Electricity regulatory commission introduces tariff guidelines

Kathmandu, November 17

Nepal Electricity Regulatory Commission (NERC) has introduced the ‘Electricity Customer Tariff Determination Guidelines’ today, aiming to manage electricity generation, transmission, distribution and trade to balance the demand and supply of electricity for customers.

To determine the electricity tariff, NERC had previously identified some key factors that play a crucial role to determine the tariff.

Dilli Bahadur Singh, chairperson of NERC, said the new guidelines will play a vital role to determine the electricity tariff for all kinds of consumers in a scientific manner.

As per the guidelines, it will protect customers’ rights and assure quality electricity. It also speaks of professionalisation of the electricity distribution company and raising its effectiveness. The new guidelines also state about improvements in distribution system and building a mechanism to strengthen distribution company’s resources for future risks.

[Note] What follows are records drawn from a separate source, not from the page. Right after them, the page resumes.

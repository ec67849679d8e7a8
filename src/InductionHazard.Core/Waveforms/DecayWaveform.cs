using System;
using System.Collections.Generic;
using InductionHazard.Errors;
using InductionHazard.Quantities;

namespace InductionHazard.Waveforms;

/// <summary>
/// An exponential decay, d(t) = To + (From - To) e^(-(t - start)/tau) after the start and From before it: a
/// magnet quench or a fast discharge through a dump resistor (first-order circuit theory).
/// </summary>
public sealed class DecayWaveform : FieldWaveform
{
    /// <summary>The decay is followed for this many time constants (e^-14 = 8e-7 of the change remains).</summary>
    public const double TimeConstantsFollowed = 14;

    /// <summary>Creates the decay.</summary>
    /// <exception cref="InvalidInputException">A value is out of range.</exception>
    public DecayWaveform(double from, double timeConstantSeconds, double to = 0, double startSeconds = 0, DriveKind drive = DriveKind.Unspecified)
        : base(drive)
    {
        Require.Finite("From", from);
        Require.Finite("To", to);
        Require.Positive("TimeConstant", timeConstantSeconds);
        PhysicalRanges.DriveDuration.For("TimeConstant").Check(timeConstantSeconds);
        DriveTiming.RequireResolvable(startSeconds, timeConstantSeconds, "TimeConstant");
        From = from;
        To = to;
        TimeConstantSeconds = timeConstantSeconds;
        StartSeconds = startSeconds;
    }

    /// <inheritdoc />
    public override string Form => "Decay";

    /// <summary>The drive before the decay.</summary>
    public double From { get; }

    /// <summary>The level the drive decays to.</summary>
    public double To { get; }

    /// <summary>The time constant tau, s.</summary>
    public double TimeConstantSeconds { get; }

    /// <inheritdoc />
    public override double StartSeconds { get; }

    /// <inheritdoc />
    public override double EndSeconds => StartSeconds + (TimeConstantsFollowed * TimeConstantSeconds);

    /// <inheritdoc />
    public override double PeakValue => Math.Max(Math.Abs(From), Math.Abs(To));

    /// <inheritdoc />
    public override double PeakRate => Math.Abs(From - To) / TimeConstantSeconds;

    /// <inheritdoc />
    public override IReadOnlyList<double> Breakpoints => new[] { StartSeconds, EndSeconds };

    /// <inheritdoc />
    public override IReadOnlyList<TimeScale> TimeScales => new[] { new TimeScale("time constant", TimeConstantSeconds) };

    /// <summary>The corner frequency 1 / (2 pi tau) of the decay, Hz; its content falls off above it.</summary>
    public override double SignificantFrequencyHertz => 1 / (2 * Math.PI * TimeConstantSeconds);

    /// <inheritdoc />
    public override double MaxStepSeconds => TimeConstantSeconds / StepsPerTimeConstant;

    /// <summary>The steps per time constant of an exponential decay: its emf, e^(-t/tau), is then linear over a step to about 1e-5.</summary>
    internal const double StepsPerTimeConstant = 50;

    /// <inheritdoc />
    public override double Value(double t) => t <= StartSeconds ? From : To + ((From - To) * Math.Exp(-(t - StartSeconds) / TimeConstantSeconds));

    /// <inheritdoc />
    public override double Rate(double t) =>
        t < StartSeconds || t >= EndSeconds ? 0.0 : -(From - To) / TimeConstantSeconds * Math.Exp(-(t - StartSeconds) / TimeConstantSeconds);

    /// <inheritdoc />
    public override string Describe() =>
        "decay " + SiFormat.Format(From, DriveUnit) + " to " + SiFormat.Format(To, DriveUnit) + " with time constant "
        + SiFormat.Format(TimeConstantSeconds, "s") + " from t = " + SiFormat.Format(StartSeconds, "s");
}
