namespace InductionHazard.Waveforms;

/// <summary>Relations between the time course of an edge and its frequency content.</summary>
public static class EdgeTiming
{
    /// <summary>
    /// Knee factor 0.35: an edge of rise time t_r has significant content up to about 0.35 / t_r.
    /// Common practice (the 10-90 % rise time of a single-pole response is 0.35 / bandwidth).
    /// </summary>
    public const double KneeFactor = 0.35;

    /// <summary>The highest significant frequency of an edge with the given rise time, Hz.</summary>
    public static double KneeFrequencyHertz(double riseSeconds) => KneeFactor / riseSeconds;
}
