using System;
using System.Collections.Generic;
using InductionHazard.Errors;
using InductionHazard.Quantities;

namespace InductionHazard.Waveforms;

/// <summary>
/// A capacitor bank C charged to V0 discharged into a coil of inductance L and resistance R (series RLC circuit
/// theory, any circuits text): with a = R / 2L and w0^2 = 1 / LC, underdamped i = (V0 / (wd L)) e^(-a t) sin(wd t),
/// wd = sqrt(w0^2 - a^2); critically damped i = (V0 / L) t e^(-a t); overdamped
/// i = V0 / (L (s1 - s2)) (e^(s1 t) - e^(s2 t)), s1,2 = -a +- sqrt(a^2 - w0^2). With a crowbar the capacitor is
/// shorted at the first current peak, after which i = i_pk e^(-(R/L)(t - t_pk)).
/// </summary>
public sealed class DischargeWaveform : FieldWaveform
{
    /// <summary>The drive is followed until it falls below this fraction of its peak (1e-4: the energy left is 1e-8 of the pulse's).</summary>
    private const double TailFraction = 1e-4;

    private readonly double _alpha;
    private readonly double _omegaD;
    private readonly double _s1;
    private readonly double _s2;

    /// <summary>Creates the discharge.</summary>
    /// <exception cref="InvalidInputException">A value is out of range.</exception>
    public DischargeWaveform(double capacitanceFarads, double voltageVolts, double inductanceHenries, double resistanceOhms, bool crowbar = false, double startSeconds = 0)
        : base(DriveKind.Current)
    {
        Require.Positive("Capacitance", capacitanceFarads);
        Require.Positive("Voltage", voltageVolts);
        Require.Positive("Inductance", inductanceHenries);
        Require.Positive("Resistance", resistanceOhms);
        CapacitanceFarads = capacitanceFarads;
        VoltageVolts = voltageVolts;
        InductanceHenries = inductanceHenries;
        ResistanceOhms = resistanceOhms;
        Crowbar = crowbar;
        StartSeconds = startSeconds;
        _alpha = resistanceOhms / (2 * inductanceHenries);
        double w0Squared = 1 / (inductanceHenries * capacitanceFarads);
        double discriminant = (_alpha * _alpha) - w0Squared;
        Damping = Math.Abs(discriminant) <= 1e-9 * w0Squared ? "critically damped" : discriminant < 0 ? "underdamped" : "overdamped";
        _omegaD = Damping == "underdamped" ? Math.Sqrt(-discriminant) : 0;
        double root = Damping == "overdamped" ? Math.Sqrt(discriminant) : 0;
        _s1 = -_alpha + root;
        _s2 = -_alpha - root;
        FirstPeakSeconds = Damping switch
        {
            "underdamped" => Math.Atan2(_omegaD, _alpha) / _omegaD,
            "critically damped" => 1 / _alpha,
            _ => Math.Log(_s2 / _s1) / (_s1 - _s2),
        };
        PeakValue = Math.Abs(Free(FirstPeakSeconds));
        double decay = crowbar ? resistanceOhms / inductanceHenries : Damping == "overdamped" ? -_s1 : _alpha;
        double tail = Math.Log(1 / TailFraction) / decay;
        EndSeconds = startSeconds + (crowbar ? FirstPeakSeconds + tail : Math.Max(tail, FirstPeakSeconds + tail / 4));
        PhysicalRanges.DriveDuration.For("Capacitance").Check(EndSeconds - startSeconds);
        DriveTiming.RequireResolvable(startSeconds, Math.Min(FirstPeakSeconds, MaxStepSeconds * 50), "Capacitance");
        PeakRate = voltageVolts / inductanceHenries;
    }

    /// <inheritdoc />
    public override string Form => "Discharge";

    /// <summary>The bank's capacitance C, F.</summary>
    public double CapacitanceFarads { get; }

    /// <summary>The bank's charging voltage V0, V.</summary>
    public double VoltageVolts { get; }

    /// <summary>The circuit's inductance L, H.</summary>
    public double InductanceHenries { get; }

    /// <summary>The circuit's resistance R, ohm.</summary>
    public double ResistanceOhms { get; }

    /// <summary>True when a crowbar shorts the capacitor at the first current peak.</summary>
    public bool Crowbar { get; }

    /// <summary>"underdamped", "critically damped" or "overdamped".</summary>
    public string Damping { get; }

    /// <summary>When the current first peaks, s after the start.</summary>
    public double FirstPeakSeconds { get; }

    /// <summary>The energy stored in the bank, C V0^2 / 2, J.</summary>
    public double StoredEnergyJoules => 0.5 * CapacitanceFarads * VoltageVolts * VoltageVolts;

    /// <inheritdoc />
    public override double StartSeconds { get; }

    /// <inheritdoc />
    public override double EndSeconds { get; }

    /// <inheritdoc />
    public override double PeakValue { get; }

    /// <summary>The largest rate, V0 / L, at the start (the whole bank voltage across the inductance).</summary>
    public override double PeakRate { get; }

    /// <inheritdoc />
    public override IReadOnlyList<double> Breakpoints => Crowbar
        ? new[] { StartSeconds, StartSeconds + FirstPeakSeconds, EndSeconds }
        : new[] { StartSeconds, EndSeconds };

    /// <inheritdoc />
    public override IReadOnlyList<TimeScale> TimeScales => new[]
    {
        new TimeScale("time to first peak", FirstPeakSeconds),
        new TimeScale("decay time constant", 1 / (Damping == "overdamped" ? -_s1 : _alpha)),
    };

    /// <summary>The frequency of the ringing (underdamped), else the knee frequency 0.35 / rise time of the first peak, Hz.</summary>
    public override double SignificantFrequencyHertz => Damping == "underdamped"
        ? Math.Max(_omegaD / (2 * Math.PI), EdgeTiming.KneeFrequencyHertz(FirstPeakSeconds))
        : EdgeTiming.KneeFrequencyHertz(FirstPeakSeconds);

    /// <inheritdoc />
    public override double MaxStepSeconds => FirstPeakSeconds / 100;

    /// <summary>
    /// After a crowbar fires (a breakpoint), the current only decays, as e^(-(R/L) t): it is stepped as an exponential
    /// decay is (<see cref="DecayWaveform"/>), at a fiftieth of its time constant L/R, where that is longer than the
    /// hundredth of the time to the first peak that the ringing part takes (some 2,200 steps fewer over a decay of
    /// 3 ms followed to 1e-4 of its peak, after a first peak at 1.1 ms). Before it, and for a discharge with no crowbar
    /// (whose ringing goes on), the hundredth of the time to the first peak.
    /// </summary>
    /// <remarks>
    /// From the crowbar's breakpoint on, to within a part in 1e9 of the time to the peak: the breakpoint is start + time
    /// to the peak, from which the time to the peak comes back an ulp short when the start is not zero. A step taken a
    /// little before it ends on the breakpoint anyway (a solver lands on each).
    /// </remarks>
    public override double MaxStepAt(double t) =>
        Crowbar && t - StartSeconds >= FirstPeakSeconds * (1 - 1e-9)
            ? Math.Max(MaxStepSeconds, InductanceHenries / ResistanceOhms / DecayWaveform.StepsPerTimeConstant)
            : MaxStepSeconds;

    /// <inheritdoc />
    public override double Value(double t)
    {
        double s = t - StartSeconds;
        if (s <= 0 || t >= EndSeconds)
        {
            return 0.0;
        }

        return Crowbar && s > FirstPeakSeconds
            ? Free(FirstPeakSeconds) * Math.Exp(-(ResistanceOhms / InductanceHenries) * (s - FirstPeakSeconds))
            : Free(s);
    }

    /// <inheritdoc />
    public override double Rate(double t)
    {
        double s = t - StartSeconds;
        if (s < 0 || t >= EndSeconds)
        {
            return 0.0;
        }

        if (Crowbar && s >= FirstPeakSeconds)
        {
            return -(ResistanceOhms / InductanceHenries) * Value(t);
        }

        double v = VoltageVolts, l = InductanceHenries;
        return Damping switch
        {
            "underdamped" => v / (_omegaD * l) * Math.Exp(-_alpha * s) * ((_omegaD * Math.Cos(_omegaD * s)) - (_alpha * Math.Sin(_omegaD * s))),
            "critically damped" => v / l * Math.Exp(-_alpha * s) * (1 - (_alpha * s)),
            _ => v / (l * (_s1 - _s2)) * ((_s1 * Math.Exp(_s1 * s)) - (_s2 * Math.Exp(_s2 * s))),
        };
    }

    /// <inheritdoc />
    public override string Describe() =>
        "discharge of " + SiFormat.Format(CapacitanceFarads, "F") + " at " + SiFormat.Format(VoltageVolts, "V") + " into "
        + SiFormat.Format(InductanceHenries, "H") + ", " + SiFormat.Format(ResistanceOhms, "Ω") + " (" + Damping + (Crowbar ? ", crowbarred" : string.Empty)
        + "): first peak " + SiFormat.Format(PeakValue, "A") + " at " + SiFormat.Format(FirstPeakSeconds, "s");

    /// <summary>The current of the free RLC discharge, s after the start.</summary>
    private double Free(double s)
    {
        double v = VoltageVolts, l = InductanceHenries;
        return Damping switch
        {
            "underdamped" => v / (_omegaD * l) * Math.Exp(-_alpha * s) * Math.Sin(_omegaD * s),
            "critically damped" => v / l * s * Math.Exp(-_alpha * s),
            _ => v / (l * (_s1 - _s2)) * (Math.Exp(_s1 * s) - Math.Exp(_s2 * s)),
        };
    }
}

Moreover, guidelines also have a provision of ensuring respectable rate of returns for the distribution companies, among others. The guidelines have stated that NERC will determine overall investment in projects, including power purchase agreement with independent power producers, yearly electricity sales and also assess income and expense statement. The commission will also determine expenses on distribution and transmission lines, interest rate and payments, depreciation, regulatory fee and employee expenses. NERC will also determine expected annual income of distribution company.

As per the guidelines, based on the above mentioned factors, the electricity tariff for customers will be determined. This has opened the doors for Nepal Electricity Authority (NEA) to now introduce new electricity tariff for its customers. According to Singh, NEA had proposed to NERC to raise electricity tariff rate by 15 per cent on average for all types of customers except for dedicated feeder and trunk lines but no decision has been taken yet on it.

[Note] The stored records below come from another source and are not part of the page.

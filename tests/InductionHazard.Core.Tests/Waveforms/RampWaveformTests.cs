using InductionHazard.Errors;
using InductionHazard.Waveforms;
using Xunit;

namespace InductionHazard.Tests.Waveforms;

public class RampWaveformTests
{
    [Fact]
    public void HoldsThenChangesLinearlyThenHolds()
    {
        var ramp = new RampWaveform(1, 3, 2, startSeconds: 1);
        Assert.Equal(1, ramp.Value(0));
        Assert.Equal(2, ramp.Value(2));
        Assert.Equal(3, ramp.Value(5));
        Assert.Equal(0, ramp.Rate(0.5));
        Assert.Equal(1, ramp.Rate(2));
        Assert.Equal(0, ramp.Rate(3));
        Assert.Equal(new[] { 1.0, 3.0 }, ramp.Breakpoints);
        Assert.Equal(3, ramp.PeakValue);
        Assert.Equal(1, ramp.PeakRate);
        Assert.Equal(2, ramp.TimeScales[0].Seconds);
    }

    [Fact]
    public void ItsSignificantFrequencyIsTheKneeOfItsEdge()
    {
        // Knee frequency 0.35 / rise time (common practice).
        Assert.Equal(0.35 / 0.002, new RampWaveform(0, 1, 0.002).SignificantFrequencyHertz, 9);
    }

    [Fact]
    public void RefusesANonPositiveDuration()
    {
        var error = Assert.Throws<InvalidInputException>(() => new RampWaveform(0, 1, 0));
        Assert.Equal("Duration", error.Field);
        Assert.Throws<InvalidInputException>(() => new RampWaveform(double.NaN, 1, 1));
    }

    // Defect: a ramp starting at 1e17 s (or 1e300) had start + duration round back to the start, and was assessed as
    // no exposure: a Hazard became Clear. Such a start is refused, naming -Start.
    [Theory]
    [InlineData(1e17, 0.01)]
    [InlineData(1e300, 0.01)]
    [InlineData(-1e300, 0.01)]
    [InlineData(9e5, 1e-9)]
    public void AStartTooLateToResolveTheRampIsRefused(double start, double duration)
    {
        var ex = Assert.Throws<InvalidInputException>(() => new RampWaveform(0, 3, duration, start));
        Assert.Equal("Start", ex.Field);
    }

    [Theory]
    [InlineData(0.0)]
    [InlineData(1e-10)]
    [InlineData(2e6)]
    public void ADurationOutsideItsPhysicalRangeIsRefused(double duration)
    {
        var ex = Assert.Throws<InvalidInputException>(() => new RampWaveform(0, 3, duration));
        Assert.Equal("Duration", ex.Field);
    }
}
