def weight_limit_engine_failure(cases, mass_kg, memo):
    """Engine-failure cases at the solver's trial masses (memoised per mass, V1 warm-started).

    Parameters
    ----------
    cases : physics.weightlimit.Cases
        Prepared cases (``aircraft``, ``site``, ``cached``).
    mass_kg : numpy.ndarray
        Trial mass per case. [kg]
    memo : dict
        Per-trial-mass store.

    Returns
    -------
    EngineFailureTakeoff
        At the V1 that suits each runway.

    Notes
    -----
    The mass-independent set-up is built once per solve (``cases.cached``). Each trial
    mass's Newton search starts from the V_EF predicted for it: the secant in the mass
    through the two previous trials' V_EF, each taken one Newton step on from its last
    evaluation (:data:`PREDICT`; the previous V_EF where only one is known); the number of
    evaluations falls with the relative mass change since the previous trial, and a case
    stops once its Newton step is at most :data:`V1_STEP_TOL_MPS`
    (:data:`V1_STEP_TOL_FINAL_MPS` in the solver's closing evaluations).

    References
    ----------
    .. [1] 14 CFR 25.109, 25.113.
    """
    if "engine_failure" not in memo:
        setup = cases.cached("engine_failure_setup", lambda cs: engine_failure_setup(
            cs.aircraft, cs.site, one_engine_law=cs.one_engine_thrust_law()))
        state = cases.cached("engine_failure_state", lambda cs: {})
        guess, last = state.get("v1"), state.get("mass")
        if guess is not None and last is not None and np.shape(guess) == setup.n == np.shape(last):
            # per case, so that a case's result does not depend on the rest of the batch
            with np.errstate(invalid="ignore", divide="ignore"):
                change = np.abs(mass_kg - last) / last
                if PREDICT and state.get("v1_prev") is not None:
                    # the secant through the last two masses' V_EF, where both are known
                    slope = (guess - state["v1_prev"]) / (last - state["mass_prev"])
                    ahead = guess + slope * (mass_kg - last)
                    guess = np.where(np.isfinite(ahead), ahead, guess)
            cold = V1_ITERATIONS if cases._cache.get("engine_failure_final") else V1_ITERATIONS_FAR
            close = V1_ITERATIONS_WARM if cases._cache.get("engine_failure_final") else V1_ITERATIONS_CLOSE
            iterations = np.where(change <= CLOSE_MASS_CHANGE, close,
                                  np.where(change <= WARM_MASS_CHANGE, V1_ITERATIONS_WARM, cold))
        else:
            guess = None
            iterations = V1_ITERATIONS if cases._cache.get("engine_failure_final") else V1_ITERATIONS_SEARCH
        final = bool(cases._cache.get("engine_failure_final"))
        r = engine_failure_takeoff(cases.aircraft, cases.site, mass_kg, setup=setup, v1_start_mps=guess,
                                   iterations=iterations, both_stops=False, next_step=PREDICT,
                                   v1_tolerance_mps=None if not PREDICT else
                                   V1_STEP_TOL_FINAL_MPS if final else V1_STEP_TOL_MPS,
                                   v1_extrapolate_mps=None if final or not PREDICT else V1_EXTRAPOLATE_MPS)
        if PREDICT:
            if state.get("v1") is not None and np.shape(state["v1"]) == setup.n:
                state["v1_prev"], state["mass_prev"] = state["v1"], state["mass"]
            state["v1"] = r.v_next_mps
        else:
            state["v1"] = r.v_ef_mps  # the search variable
        state["mass"] = np.array(mass_kg, dtype=float, copy=True)
        memo["engine_failure"] = r
    return memo["engine_failure"]


def _distance_margin(available_m, required_m):
    with np.errstate(divide="ignore", invalid="ignore"):
        m = np.asarray(available_m, dtype=float) / np.asarray(required_m, dtype=float) - 1.0
    return np.where(np.isnan(m), -1.0, m)  # as physics.weightlimit.distance_margin


def _multi_only(cases, margin):
    multi = np.asarray(cases.aircraft.engine_count) > 1
    return np.where(multi, margin, np.inf)


def engine_out_takeoff_distance_margin(cases, mass_kg, memo):
    """Margin TODA/TOD_oei − 1 at the best V1 (+inf for single-engine types). [–]

    Parameters
    ----------
    cases : physics.weightlimit.Cases
        Prepared cases.
    mass_kg : numpy.ndarray
        Trial mass per case. [kg]
    memo : dict
        Per-trial-mass store.

    Returns
    -------
    numpy.ndarray
        Dimensionless margin, ≥ 0 where met; −1 where impossible. [–]

    Notes
    -----
    14 CFR 25.113(a)(1) (35 ft dry) and (b)(2) (15 ft wet, via ``screen_height_m``).

    References
    ----------
    .. [1] 14 CFR 25.113(a), (b).
    """
    r = weight_limit_engine_failure(cases, mass_kg, memo)
    return _multi_only(cases, _distance_margin(cases.site.toda_m, r.takeoff_distance_m))


def engine_out_takeoff_run_margin(cases, mass_kg, memo):
    """Margin TORA/TOR_oei − 1 at the best V1 (clearway rule; +inf for singles). [–]

    Parameters
    ----------
    cases : physics.weightlimit.Cases
        Prepared cases.
    mass_kg : numpy.ndarray
        Trial mass per case. [kg]
    memo : dict
        Per-trial-mass store.

    Returns
    -------
    numpy.ndarray
        Dimensionless margin, ≥ 0 where met; −1 where impossible. [–]

    Notes
    -----
    14 CFR 25.113(c)(1)/(d)(1): ground run + half the airborne part with a clearway, the
    takeoff distance without one.

    References
    ----------
    .. [1] 14 CFR 25.113(c), (d).
    """
    r = weight_limit_engine_failure(cases, mass_kg, memo)
    return _multi_only(cases, _distance_margin(cases.site.tora_m, r.takeoff_run_m))


def accelerate_stop_margin(cases, mass_kg, memo):
    """Margin ASDA/ASD − 1 at the best V1 (all-engines stop from VR for singles). [–]

    Parameters
    ----------
    cases : physics.weightlimit.Cases
        Prepared cases.
    mass_kg : numpy.ndarray
        Trial mass per case. [kg]
    memo : dict
        Per-trial-mass store.

    Returns
    -------
    numpy.ndarray
        Dimensionless margin, ≥ 0 where met; −1 where impossible. [–]

    Notes
    -----
    14 CFR 25.109(a): the greater of the engine-failure and all-engines cases, with the 2 s
    at V1; plus :data:`STOP_TIE_BIAS`.

    References
    ----------
    .. [1] 14 CFR 25.109(a), (b).
    """
    r = weight_limit_engine_failure(cases, mass_kg, memo)
    return _distance_margin(cases.site.asda_m, r.accelerate_stop_m) + STOP_TIE_BIAS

As per the guidelines, before determining electricity tariff, any distribution company will have to submit the related

documents to NERC along with a Rs 25,000 fee and the commission will finalise the electricity tariff within seven days from the application date.

At present, guidelines can only be applied to NEA as it is the country’s sole power utility. However, in the future if any new power distribution company is established, then it will have to follow the guidelines.

A few weeks ago, NEA had decided to reduce the tariff rates for dedicated feeder and trunk line users, that is, industries and hospitals. As per NEA’s decision, from now onwards dedicated feeder and trunk line users will be charged only 15 per cent more than the tariff paid by general consumers. However, the revised tariff will be implemented only if the NERC approves NEA’s proposal.

At present, NEA has been charging minimum of Rs 4.20 per unit to maximum of Rs 19 per unit from customers. As per the new guidelines, power trading companies will not be allowed to fix electricity tariff more than once a year.